Natural Remedies to Prevent and Reduce Migraines

Migraine attacks differ from usual headaches because they involve throbbing pain, nausea, and susceptivity to sound and light. If you experience migraine attacks, it’s important to first identify what triggers your migraines to understand how best to avoid or moderate these triggers so you can reduce migraine frequency. Common migraine triggers include stress, hormonal changes, irregular sleeping patterns, alcohol and caffeine, diet, and exposure to bright light, loud noises, and strong fragrances. Luckily there are some proven natural remedies to help prevent and reduce migraine headaches:

1. Acupressure

Acupressure focuses on relieving pain in specific areas of the body using pressure points. You can get traditional acupressure from a professional practitioner or do it at home. However, following a professional’s precise instructions is advisable while using the technique at home. The best acupressure point for migraines is the space between the base of your index finger and the left thumb. Apply firm, circular pressure motions on the area for five minutes to relieve the pain.

2. Feverfew

Feverfew is a herb that resembles a daisy and offers a good solution for migraine pain. People who experience chronic migraines can either take dried feverfew leaf capsules daily to reduce the number of attacks or brew the dried leaves in a tea. Consult your doctor or naturopath on the correct dosage of the herb for effective results.

3. Yoga

Yoga is a form of exercise whereby you use different body postures accompanied by breath to become more flexible while improving your mental and physical wellbeing. Health experts believe yoga can be a complimentary method to help relieve migraine intensity, duration, and frequency by loosening tight areas in the neck, head, and shoulders, which hold onto stress.

4. Biofeedback

Biofeedback is a therapy that teaches us how to control different body functions for stress relief. The technique involves the application of electrodes directly on the skin to observe the physiologic operations that change when we experience stress. A biofeedback session tracks our blood pressure, heart rate, and muscle tension during a stressful episode. Biofeedback for migraines involves working with a therapist who will help you learn techniques to manage stress so it changes your physiological response. Many natural health experts believe biofeedback is an effective therapy for treating migraine attacks with no side effects.

5. Lavender oil

Many migraine patients attribute natural oils, like lavender essential oil to helping them reduce migraine pain. Lavender oil may be inhaled directly or diluted some with a carrier oil (i.e., sweet almond oil) before being applied directly to the temples. Using lavender oil when you feel an approaching migraine may help reduce the frequency and severity of the attack. Peppermint, rosemary, chamomile, and eucalyptus oils have also been shown to be helpful scents for reducing headaches.
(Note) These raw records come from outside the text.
package summary

import (
	"math"
	"testing"
)

// True bearings from a grid direction: with the grid's +x axis pointing
// east (heading 90°) and +y north, a wave travelling along +y goes toward
// true north (0°) and comes from the south (180°); travelling along −x it
// goes toward the west (270°) from the east (90°). Angles counter-clockwise
// from +x turn against the clockwise bearings (plane geometry).
func TestTrueBearings(t *testing.T) {
	cases := []struct{ grid, heading, to, from float64 }{
		{90, 90, 0, 180},
		{180, 90, 270, 90},
		{0, 245, 245, 65},
		{-30, 10, 40, 220},
		{20, 200, 180, 0},
		{370, 0, 350, 170},
	}
	for _, c := range cases {
		to, from := TrueBearings(c.grid, c.heading)
		if math.Abs(to-c.to) > 1e-9 || math.Abs(from-c.from) > 1e-9 {
			t.Errorf("grid %g°, heading %g°: toward %g°, from %g°; want %g°, %g°", c.grid, c.heading, to, from, c.to, c.from)
		}
		if to < 0 || to >= 360 || from < 0 || from >= 360 {
			t.Errorf("bearings %g, %g outside [0, 360)", to, from)
		}
	}
}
7. Consume a migraine-friendly diet

Your diet can also play a significant role in preventing and reducing migraines. For example, diets high in certain processed foods have been shown to increase the frequency of migraines. Doctors may advise patients to avoid foods and drinks that trigger migraine attacks, such as foods high in nitrates, (i.e., bacon, sausages, and hot dogs), hard cheeses containing tyramine, alcohol, chocolate, dried fruits, icy beverages and ice cream, and cultured dairy products (i.e., sour cream or buttermilk). While some patients use small quantities of caffeine to reduce migraine pain, please keep in mind that some migraine medications contain caffeine, and too much caffeine may trigger a migraine.

8. Keep a headache journal

Many patients find that recording their migraine frequency, symptoms, foods consumed, and duration of attacks can help them better manage their migraine pain. All you need is a blank journal and notebook to record the following details: Date of migraine attack, length of migraine, severity on a scale of 1 to 10, foods consumed leading up to the migraine, environmental factors—such as temperature, presence of pets, dust, pollen, etc, and symptoms experienced with the headache—including things like sensitivity to light or sound, strong smells, dizziness or vertigo. A migraine journal can help identify triggers and also help your doctor make a proper diagnosis and treatment plan for treating your migraines.